Сергей Хос (07.12.2010)

----------


## Сергей Хос

> Сергей, вытащите себе электронный Монье-Вильямса? И ряд проблем с санскритом снимется.


Спасибо, непременно, как только до москвы доберусь.

В общем, судя по всему, действительно, Мир преодоления (или терпения?).
Я почему так копаюсь? названия такого рода часто бывают значимыми, несущими смысл. Интересно же.
А в переводе конечно оставлю Сахалоку. Так спокойнее.

----------

Юй Кан (07.12.2010)

----------


## Юй Кан

> В общем, судя по всему, действительно, Мир преодоления (или терпения?).
> Я почему так копаюсь? названия такого рода часто бывают значимыми, несущими смысл. Интересно же.
> А в переводе конечно оставлю Сахалоку. Так спокойнее.


Да я ничего! %) Сам копаю, пока до конца себе не впойму... : ) И не просто потому что интересно, а патамушта только так и нада (иначе -- халтура).
Сорь, за банальный коммент, сводимый к наставлению в занудстве. : )

Что касается сахалоки, то, по мне, если переводить именно _overcoming, vanquishing_, точнее будет "преодолеваемый/[подлежащий] преодолению". ИМХО, не более.

----------

Марина В (07.12.2010), Сергей Хос (07.12.2010)

----------


## Сергей Хос

> И не просто потому что интересно, а патамушта только так и нада (иначе -- халтура).
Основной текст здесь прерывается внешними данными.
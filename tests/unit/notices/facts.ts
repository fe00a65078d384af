import type { NoticeFacts } from "@/lib/notices/notice-facts";

/** A request with invented figures, to be amended. */
export const REQUEST: NoticeFacts = {
  kind: "request",
  engagementId: "3f2b8c1e-9a47-4d56-8e0f-0123456789ab",
  engagementNumber: 1042,
  sequence: 0,
  authority: { name: "Brume Air Unit", email: "desk@brume.invalid", timeZone: "Europe/Zurich" },
  because: "it is asked about every engagement at Alder Point",
  station: { name: "Alder Point", latitudeDeg: 46.5, longitudeDeg: -8.2, altitudeM: 1400 },
  fragment: { name: "Fragment 88001", number: "catalogue number 88001" },
  laser: { wavelengthNm: 1064, pulseEnergyJ: 20_000, pulseWidthNs: 5, repetitionRateHz: 10, apertureM: 8 },
  dwellFromMs: Date.UTC(2031, 3, 6, 3, 12, 45),
  dwellToMs: Date.UTC(2031, 3, 6, 3, 14, 45),
  formerFromMs: null,
  formerToMs: null,
  beam: {
    start: { azimuthDeg: 201.34, elevationDeg: 35.21, rangeKm: 1203.4 },
    end: { azimuthDeg: 290.06, elevationDeg: 61.8, rangeKm: 905.5 },
    minElevationDeg: 35.21,
    maxElevationDeg: 61.8,
  },
  planner: { name: "Plan Ner", email: "plan.ner@example.invalid" },
  change: null,
  reason: null,
  fired: null,
  answerByMs: Date.UTC(2031, 3, 6, 2, 52, 45),
  link: "https://book.example.invalid/answer/abc.def",
  engagementUrl: "https://book.example.invalid/engagements/3f2b8c1e-9a47-4d56-8e0f-0123456789ab",
};
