import { handle } from "@/app/_server/handle";
import { pathId } from "@/app/_server/path-id";
import { noticeSheet } from "@/lib/services/list-notices";

/** One notice with its words as they were sent. */
export const GET = handle(({ params, actor }) => noticeSheet(actor, pathId(params, "notice")));
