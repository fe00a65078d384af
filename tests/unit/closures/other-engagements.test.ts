import { describe, expect, it } from "vitest";
import { closuresOf } from "@/lib/planning/closures/list";
import { otherEngagements } from "@/lib/planning/closures/other-engagements";
import type { EngagementFacts } from "@/lib/planning/pass-facts";
import { brief, OPEN, PASS, span } from "./facts";

/** Dwell from 200 to 260 s; the hold adds 60 s slew and 120 s cool-down. */
const OTHER: EngagementFacts = {
  id: "e-2",
  number: 1042,
  state: "cleared",
  version: 4,
  plannerName: "Ines Calder",
  stationId: "station-1",
  stationName: "Hollin Fell",
  fragmentId: "fragment-9",
  dwell: span(200, 260),
  hold: span(140, 380),
};

describe("other engagements", () => {
  it("leaves the pass open when nobody holds it", () => {
    expect(otherEngagements(PASS, OPEN)).toEqual([]);
  });

  it("closes the other's hold widened by our own cool-down and slew", () => {
    const closures = otherEngagements(PASS, { ...OPEN, engagements: [OTHER] });
    // Cool-down of a dwell before it: 140 − 120 = 20 s; slew of a dwell after it: 380 + 60 = 440 s.
    expect(brief(closures)).toEqual([["closed", 20, 440]]);
    expect(closures[0]?.cause).toContain("E-1042 of Ines Calder holds Hollin Fell");
  });

  it("closes the bare dwell of the same fragment at another station", () => {
    const elsewhere = { ...OTHER, stationId: "station-2", stationName: "Cape Ash", fragmentId: "fragment-1" };
    expect(brief(otherEngagements(PASS, { ...OPEN, engagements: [elsewhere] }))).toEqual([
      ["closed", 200, 260],
    ]);
  });

  it("leaves another fragment at another station alone", () => {
    const elsewhere = { ...OTHER, stationId: "station-2" };
    expect(otherEngagements(PASS, { ...OPEN, engagements: [elsewhere] })).toEqual([]);
  });

  it("does not stand in its own way", () => {
    const own = { engagementId: "e-2", dwell: OTHER.dwell, requestedOf: new Set<string>(), answers: [] };
    expect(closuresOf(PASS, { ...OPEN, engagements: [OTHER], own })).toEqual([]);
  });
});
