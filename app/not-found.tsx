import { ButtonLink } from "./_components/button";
import { EmptyState } from "./_components/empty-state";

export const metadata = { title: "Not here" };

export default function NotFound() {
  return (
    <>
      <h1 className="mb-4 text-2xl font-bold">Nothing at this address</h1>
      <EmptyState
        title="The page does not exist, or you may not know of it."
        action={<ButtonLink href="/">To the start</ButtonLink>}
      >
        A pass that a newer element set no longer shows is kept only where an engagement holds it.
      </EmptyState>
    </>
  );
}
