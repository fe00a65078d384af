import { redirect } from "next/navigation";
import { homeFor } from "./_components/nav-items";
import { requirePerson } from "./_server/require-person";

/** The front door leads to where a person's day starts. */
export default async function HomePage() {
  redirect(homeFor(await requirePerson()));
}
Ну да, иначе получается автопереводчик. Это всегда заметно.

----------

Юй Кан (07.12.2010)

----------


## Сергей Хос

Оказывается, вот оно как на самом деле:
На санскрите «претерпевание» — саха (saha), что также значит «обладание», «перенесение» или «способность». Все живые существа, родившиеся в этом мире, претерпевают клеши и страдания. Иначе говоря, существа обладают ими в большом количестве. «Претерпевание» также означает стойкое перенесение трудностей. Бодхисаттвы этого мира терпеливо переносят [трудности], проявляя исключительную отвагу и выдающееся бесстрашие. Таким образом, этот мир называется Претерпевание.
_Джамгон Конгтрул_
«Мириады миров»

----------

Aion (01.01.2011), Аня Приходящая (01.01.2011)

----------